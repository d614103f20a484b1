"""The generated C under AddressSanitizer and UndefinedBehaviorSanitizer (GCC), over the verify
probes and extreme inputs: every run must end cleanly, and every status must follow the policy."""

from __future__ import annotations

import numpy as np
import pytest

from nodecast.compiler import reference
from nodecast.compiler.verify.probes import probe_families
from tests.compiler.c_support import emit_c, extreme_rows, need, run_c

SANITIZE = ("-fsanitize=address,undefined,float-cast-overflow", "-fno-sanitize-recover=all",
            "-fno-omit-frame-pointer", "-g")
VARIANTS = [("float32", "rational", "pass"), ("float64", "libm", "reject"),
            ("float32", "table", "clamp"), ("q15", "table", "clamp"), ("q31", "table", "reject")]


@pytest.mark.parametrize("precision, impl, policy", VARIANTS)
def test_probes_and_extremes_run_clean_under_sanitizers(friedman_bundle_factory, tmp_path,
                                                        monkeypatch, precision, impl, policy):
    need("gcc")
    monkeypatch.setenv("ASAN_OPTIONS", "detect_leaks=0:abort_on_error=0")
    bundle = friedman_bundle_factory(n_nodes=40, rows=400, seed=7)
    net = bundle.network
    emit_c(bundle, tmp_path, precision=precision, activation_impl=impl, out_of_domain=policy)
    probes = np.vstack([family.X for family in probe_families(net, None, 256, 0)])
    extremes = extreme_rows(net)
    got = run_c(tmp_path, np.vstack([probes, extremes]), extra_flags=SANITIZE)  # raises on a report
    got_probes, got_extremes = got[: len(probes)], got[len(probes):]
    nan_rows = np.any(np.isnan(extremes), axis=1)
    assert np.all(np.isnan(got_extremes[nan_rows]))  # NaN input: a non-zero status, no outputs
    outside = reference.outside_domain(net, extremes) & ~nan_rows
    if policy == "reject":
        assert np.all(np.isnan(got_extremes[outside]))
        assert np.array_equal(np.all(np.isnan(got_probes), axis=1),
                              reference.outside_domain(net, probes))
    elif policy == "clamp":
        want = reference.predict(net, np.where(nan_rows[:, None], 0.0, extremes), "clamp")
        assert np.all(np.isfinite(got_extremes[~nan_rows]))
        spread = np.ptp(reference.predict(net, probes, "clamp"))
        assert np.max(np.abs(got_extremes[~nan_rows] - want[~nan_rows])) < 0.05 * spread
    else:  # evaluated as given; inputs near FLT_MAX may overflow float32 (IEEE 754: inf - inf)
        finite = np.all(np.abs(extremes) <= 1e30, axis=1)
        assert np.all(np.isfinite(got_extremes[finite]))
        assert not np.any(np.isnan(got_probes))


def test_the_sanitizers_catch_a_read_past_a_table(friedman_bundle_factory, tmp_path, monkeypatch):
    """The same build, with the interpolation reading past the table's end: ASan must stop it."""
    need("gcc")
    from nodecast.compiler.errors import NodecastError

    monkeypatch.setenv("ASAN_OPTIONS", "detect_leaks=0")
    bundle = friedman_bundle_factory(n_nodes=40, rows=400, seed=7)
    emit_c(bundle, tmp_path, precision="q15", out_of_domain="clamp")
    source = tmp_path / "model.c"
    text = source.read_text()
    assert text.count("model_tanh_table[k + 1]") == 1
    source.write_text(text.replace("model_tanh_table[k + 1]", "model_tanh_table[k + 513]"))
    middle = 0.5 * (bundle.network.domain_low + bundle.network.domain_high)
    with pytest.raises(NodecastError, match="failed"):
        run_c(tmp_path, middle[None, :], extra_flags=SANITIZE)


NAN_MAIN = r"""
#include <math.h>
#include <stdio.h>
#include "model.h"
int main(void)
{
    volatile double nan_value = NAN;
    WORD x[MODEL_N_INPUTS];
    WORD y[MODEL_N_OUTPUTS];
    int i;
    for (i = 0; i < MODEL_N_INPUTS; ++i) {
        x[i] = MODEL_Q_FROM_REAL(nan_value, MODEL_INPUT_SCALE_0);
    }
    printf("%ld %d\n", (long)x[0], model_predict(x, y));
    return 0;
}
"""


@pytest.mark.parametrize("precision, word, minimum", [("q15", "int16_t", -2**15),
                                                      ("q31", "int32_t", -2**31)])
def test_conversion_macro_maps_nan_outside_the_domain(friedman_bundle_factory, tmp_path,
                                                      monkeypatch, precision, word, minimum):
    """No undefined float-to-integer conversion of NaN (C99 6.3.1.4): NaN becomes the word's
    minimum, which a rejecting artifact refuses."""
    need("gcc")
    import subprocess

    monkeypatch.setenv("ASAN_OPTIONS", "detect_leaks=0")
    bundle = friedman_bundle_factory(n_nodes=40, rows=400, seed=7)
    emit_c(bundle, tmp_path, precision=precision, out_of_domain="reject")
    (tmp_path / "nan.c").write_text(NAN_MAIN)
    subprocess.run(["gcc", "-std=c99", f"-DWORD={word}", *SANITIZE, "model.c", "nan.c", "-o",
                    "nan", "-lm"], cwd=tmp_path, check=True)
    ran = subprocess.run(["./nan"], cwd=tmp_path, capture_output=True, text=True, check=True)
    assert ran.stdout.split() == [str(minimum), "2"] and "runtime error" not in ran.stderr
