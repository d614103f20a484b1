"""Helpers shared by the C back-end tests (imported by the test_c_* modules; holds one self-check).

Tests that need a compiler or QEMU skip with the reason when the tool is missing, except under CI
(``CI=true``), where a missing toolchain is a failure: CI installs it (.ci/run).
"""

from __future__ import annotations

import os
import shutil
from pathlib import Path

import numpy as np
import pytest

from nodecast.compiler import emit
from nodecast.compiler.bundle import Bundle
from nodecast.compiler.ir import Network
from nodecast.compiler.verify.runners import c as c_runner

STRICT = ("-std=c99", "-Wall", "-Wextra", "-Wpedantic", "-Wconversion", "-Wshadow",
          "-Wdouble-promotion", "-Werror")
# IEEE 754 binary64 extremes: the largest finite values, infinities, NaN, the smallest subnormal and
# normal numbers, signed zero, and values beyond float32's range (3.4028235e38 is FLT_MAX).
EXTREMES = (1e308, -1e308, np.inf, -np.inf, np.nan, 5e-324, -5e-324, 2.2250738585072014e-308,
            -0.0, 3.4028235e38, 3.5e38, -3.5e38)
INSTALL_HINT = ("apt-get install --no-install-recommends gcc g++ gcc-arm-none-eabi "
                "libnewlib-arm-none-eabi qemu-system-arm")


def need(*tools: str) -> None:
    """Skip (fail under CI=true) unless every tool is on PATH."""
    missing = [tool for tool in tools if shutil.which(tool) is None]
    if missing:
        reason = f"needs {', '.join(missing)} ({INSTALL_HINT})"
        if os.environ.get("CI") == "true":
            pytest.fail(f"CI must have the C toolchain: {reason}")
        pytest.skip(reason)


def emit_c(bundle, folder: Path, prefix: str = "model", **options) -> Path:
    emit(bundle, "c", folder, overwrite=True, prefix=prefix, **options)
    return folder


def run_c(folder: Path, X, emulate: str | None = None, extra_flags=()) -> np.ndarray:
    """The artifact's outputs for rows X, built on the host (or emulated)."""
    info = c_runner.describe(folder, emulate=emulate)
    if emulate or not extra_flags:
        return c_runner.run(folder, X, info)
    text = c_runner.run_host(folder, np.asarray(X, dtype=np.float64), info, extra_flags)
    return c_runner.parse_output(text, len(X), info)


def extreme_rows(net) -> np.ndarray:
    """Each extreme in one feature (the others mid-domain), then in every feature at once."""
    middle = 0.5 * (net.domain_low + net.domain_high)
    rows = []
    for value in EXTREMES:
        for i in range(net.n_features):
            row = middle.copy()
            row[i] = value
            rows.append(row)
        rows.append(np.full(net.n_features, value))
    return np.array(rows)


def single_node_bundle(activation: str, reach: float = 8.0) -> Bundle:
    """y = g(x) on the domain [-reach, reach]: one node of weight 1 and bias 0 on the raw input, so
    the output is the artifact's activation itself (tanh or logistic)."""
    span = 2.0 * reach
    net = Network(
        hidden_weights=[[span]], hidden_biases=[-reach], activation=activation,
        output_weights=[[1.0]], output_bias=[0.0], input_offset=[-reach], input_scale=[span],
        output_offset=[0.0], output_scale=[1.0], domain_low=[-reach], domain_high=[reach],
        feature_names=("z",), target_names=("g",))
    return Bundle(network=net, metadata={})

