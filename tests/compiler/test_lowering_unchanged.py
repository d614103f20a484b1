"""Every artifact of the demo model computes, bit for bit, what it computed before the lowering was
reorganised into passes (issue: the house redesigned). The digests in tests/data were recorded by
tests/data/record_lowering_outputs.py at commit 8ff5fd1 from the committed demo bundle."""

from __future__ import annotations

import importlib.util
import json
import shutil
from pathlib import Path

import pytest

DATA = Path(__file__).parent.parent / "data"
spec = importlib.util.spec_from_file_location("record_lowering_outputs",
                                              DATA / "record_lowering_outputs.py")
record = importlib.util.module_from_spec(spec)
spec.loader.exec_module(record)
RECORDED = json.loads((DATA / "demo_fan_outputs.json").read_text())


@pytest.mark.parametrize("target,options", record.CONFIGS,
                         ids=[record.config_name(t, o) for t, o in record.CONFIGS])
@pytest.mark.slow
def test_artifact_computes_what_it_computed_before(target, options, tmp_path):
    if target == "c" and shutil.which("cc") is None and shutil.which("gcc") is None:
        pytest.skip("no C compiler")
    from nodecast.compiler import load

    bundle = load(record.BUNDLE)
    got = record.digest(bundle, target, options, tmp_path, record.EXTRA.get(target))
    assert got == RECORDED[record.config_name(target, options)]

Task description:
Please copy out every line of the preceding listing that carries "isfinite".

Written response:
        assert np.all(np.isfinite(got_extremes[~nan_rows]))
        assert np.all(np.isfinite(got_extremes[finite]))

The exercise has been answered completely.